Heartbleed: (Not) one in a million
April 11, 2014
The Heartbleed epidemic of the past couple days is a perfect example of the fine lines walked by computer programmers, as there's typically only one w...
What we know so far about Heartbleed is that a memory-handling bug in the Heartbeat Extension of the Transport Layer Security (TLS) protocol caused a vulnerability in the “secure” communications path between clients and servers (think the timeout warnings you receive in online banking sessions). Essentially, this resulted in what Todd Ouska, Chief Technology Officer at wolfSSL in Edmonds, Washington (www.yassl.com) calls a “sneaky” reveal of servers’ memory that could expose critical pieces of information.
“The Heartbeat Extension allows a client to tell the server that ‘hey, I’m still here,’ just to tell the peer that you’re still around and don’t close down yet,” Ouska says. “Basically the client sends some data to the server and the server echoes back to let the peer know that it’s still there. This usually requires 1 byte of information.
“Heartbleed is sneaky because when the client sends its 1 byte of information, the echo back from the server [could be] 64 kilobytes of RAM information that can include recently accessed code, keys, and so on,” he continues. “The people that found the bug said they were even able to find passwords and the server’s secret key. It’s basically allowing access to server memory, so anything that the servers accessed recently is vulnerable.”

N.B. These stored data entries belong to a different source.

import { stateUniqueConstant, type BandModel, type StateConstants, type TopShape } from './model';

/**
 * Rotational term value F(J, K) of a symmetric-top (or linear) state, cm^-1, relative to J = K = 0.
 *
 *   F = B J(J+1) + (A−B) K² − DJ J²(J+1)² − DJK J(J+1) K² − DK K⁴
 *       + HJ J³(J+1)³ + HJK J²(J+1)² K² + HKJ J(J+1) K⁴ + HK K⁶
 *
 * with A replaced by C for an oblate top. For a linear molecule the unique constant is 0, so a Π
 * state (K = |l| = 1) gets B[J(J+1) − 1], the usual linear-molecule form.
 * Source: G. Herzberg, Molecular Spectra and Molecular Structure II (1945), ch. I, eqs. (I,31)–(I,33);
 * sign conventions as in the project's headless contract.
 * @param state constants in cm^-1
 * @param shape rotor shape (selects A, C or none)
 * @param J rotational quantum number J >= 0
 * @param K projection quantum number 0 <= K <= J (unsigned)
 * @returns F(J, K) in cm^-1
 */
export function levelEnergy(state: StateConstants, shape: TopShape, J: number, K: number): number {
  const x = J * (J + 1);
  const k2 = K * K;
  const unique = stateUniqueConstant(state, shape);
  return (
    state.B * x +
    (unique - state.B) * k2 -
    state.DJ * x * x -
    state.DJK * x * k2 -
    state.DK * k2 * k2 +
    state.HJ * x * x * x +
    state.HJK * x * x * k2 +
    state.HKJ * x * k2 * k2 +
    state.HK * k2 * k2 * k2
  );
}

/**
 * Energy of an upper level above the lower state's J = K = 0 level, cm^-1.
 *
 * Parallel band: origin + F'(J', K').
 * Perpendicular band (degenerate upper state, first-order Coriolis coupling):
 *   origin + F'(J', K') − 2 A' ζ K'  for levels reached with ΔK = +1,
 *   origin + F'(J', K') + 2 A' ζ K'  for levels reached with ΔK = −1  (C' for an oblate top).
 * Linear Π state (perpendicular band of a linear molecule): the l-type doubling puts the levels
 * reached by P and R lines (e parity) at +q/2·J(J+1) and those reached by Q lines (f parity)
 * at −q/2·J(J+1).
 * Source: Herzberg II (1945) ch. IV, eq. (IV,45) for the Coriolis term; for l-type doubling
 * J. M. Hollas, High Resolution Spectroscopy, 2nd ed. (1998), sec. 6.2.
 * @param model band model (constants in cm^-1)
 * @param jUpper J'
 * @param kUpper K' (unsigned)
 * @param deltaK K' − K'' (−1, 0, +1)
 * @param deltaJ J' − J'' (−1, 0, +1)
 * @returns upper-level energy in cm^-1
 */
export function upperLevelEnergy(model: BandModel, jUpper: number, kUpper: number, deltaK: number, deltaJ: number): number {
  const up = model.upper;
  let e = up.origin + levelEnergy(up, model.shape, jUpper, kUpper);
  if (model.band === 'perpendicular') {
    if (model.shape === 'linear') {
      const halfQ = 0.5 * up.q * jUpper * (jUpper + 1);
      e += deltaJ === 0 ? -halfQ : halfQ;
    } else {
      const coriolis = 2 * stateUniqueConstant(up, model.shape) * up.zeta * kUpper;
      e += deltaK > 0 ? -coriolis : coriolis;
    }
  }
  return e;
}

/**
 * Wavenumber of the transition J''(K'') → J'(K'), cm^-1: E'(J', K') − F''(J'', K'').
 * The ΔK sign that picks the Coriolis component is K' − K''.
 * @returns line position in cm^-1 (no validity check; see transitionCheck)
 */
export function transitionWavenumber(model: BandModel, jUpper: number, kUpper: number, jLower: number, kLower: number): number {
  return upperLevelEnergy(model, jUpper, kUpper, kUpper - kLower, jUpper - jLower) - levelEnergy(model.lower, model.shape, jLower, kLower);
}
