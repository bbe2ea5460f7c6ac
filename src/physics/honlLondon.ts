/**
 * Hönl–London factor of a symmetric-top transition, dimensionless, for one signed ±k component.
 *
 * With J = J'' and K = K'' (unsigned) and s = sign(ΔK):
 *   ΔK = 0:  R (J+1)²−K² / (J+1);   Q (2J+1)K² / (J(J+1));   P (J²−K²) / J
 *   ΔK = ±1: R (J+2+sK)(J+1+sK) / (4(J+1));   Q (2J+1)(J+1+sK)(J−sK) / (4J(J+1));
 *            P (J−1−sK)(J−sK) / (4J)
 * For each signed lower level the factors over all allowed branches sum to 2J''+1 (the ΔK = ±1
 * factors of both signs together). Multiply by the number of degenerate ±k components
 * (lineDegeneracy) for the line of unsigned K.
 * Source: G. Herzberg, Molecular Spectra and Molecular Structure II (1945), ch. IV, eqs. (IV,60)–(IV,62)
 * and (IV,72); the same factors in P. R. Bunker and P. Jensen, Molecular Symmetry and Spectroscopy (1998).
 * @param jLower J''
 * @param kLower K'' (unsigned)
 * @param deltaJ J' − J''
 * @param deltaK K' − K''
 * @returns the factor; 0 for a forbidden combination (including K'' > J'')
 */
export function honlLondonFactor(jLower: number, kLower: number, deltaJ: number, deltaK: number): number {
  const J = jLower;
  const K = kLower;
  // K'' > J'' is no level at all; without this guard the P factor of a parallel band goes negative.
  if (K > J || K < 0) return 0;
  if (deltaK === 0) {
    if (deltaJ === 1) return ((J + 1) * (J + 1) - K * K) / (J + 1);
    if (deltaJ === 0) return J === 0 ? 0 : ((2 * J + 1) * K * K) / (J * (J + 1));
    if (deltaJ === -1) return J === 0 ? 0 : (J * J - K * K) / J;
    return 0;
  }
  if (deltaK !== 1 && deltaK !== -1) return 0;
  const sK = deltaK * K;
  let f: number;
  if (deltaJ === 1) f = ((J + 2 + sK) * (J + 1 + sK)) / (4 * (J + 1));
  else if (deltaJ === 0) f = J === 0 ? 0 : ((2 * J + 1) * (J + 1 + sK) * (J - sK)) / (4 * J * (J + 1));
  else if (deltaJ === -1) f = J === 0 ? 0 : ((J - 1 - sK) * (J - sK)) / (4 * J);
  else return 0;
  return f > 0 ? f : 0;
}

/**
 * Number of signed ±k components that make up one line of unsigned K'' (dimensionless).
 * Parallel band: 1 for K'' = 0, 2 otherwise. Perpendicular band: always 2 — for K'' > 0 the
 * +K'' and −K'' components each give the line, and from K'' = 0 both Δk = +1 and Δk = −1 end on
 * the same |K'| = 1 level.
 * Source: Herzberg II (1945) ch. IV, discussion of the K = 0 sub-band intensities.
 */
export function lineDegeneracy(band: 'parallel' | 'perpendicular', kLower: number): number {
  return band === 'parallel' && kLower === 0 ? 1 : 2;
}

Though wolfSSL products are based off of original code and do not use OpenSSL as a baseline, Ouska notes that the vulnerability was patched as soon as OpenSSL was informed, and that web servers running vulnerable versions should move to higher versions or at least recompile with the Heartbeat Extension turned off. He also suggested referencing the Heartbleed Common Vulnerabilities and Exposure (CVE) entry, CVE-2014-0160.
How Heartbleed happened
Though it’s difficult to speculate how Heartbleed made it through the OpenSSL approval process and went undetected for more than two years, Ouska cites difficulties working with the C programming language prevalent in server-class and embedded systems as a possible explanation for how the buggy code was inserted.
“It’s impossible to always get it perfectly right,” Ouska explains. “The [Heartbleed] bug is specific to a [programming] platform. It’s somewhat inherent in the C programming language in that it’s easy to shoot yourself in the foot. C is highly prevalent in the embedded space and server space, and I wouldn’t say it’s easy to work with.
“Higher level languages don’t give you access to memory in the same way,” he continues. “C has something called pointers that allow you to have access to RAM. Something like this bug would forget to check RAM and gives the opportunity for memory to be leaked.”
C is commonly used in embedded applications because of its flexibility and small memory footprint, which are baseline requirements for many low-power, deterministic systems. While higher level languages can protect you from code errors like that of Heartbleed, they do so at the cost of performance and power.
To protect against these errors, wolfSSL employs peer review, auditing, thorough testing, and reuse when coding their CyaSSL and other Secure Sockets Layer (SSL) libraries, as well as both static and dynamic analysis tools, Ouska says. A foundation of best practices is the safest “way to get it perfectly right.”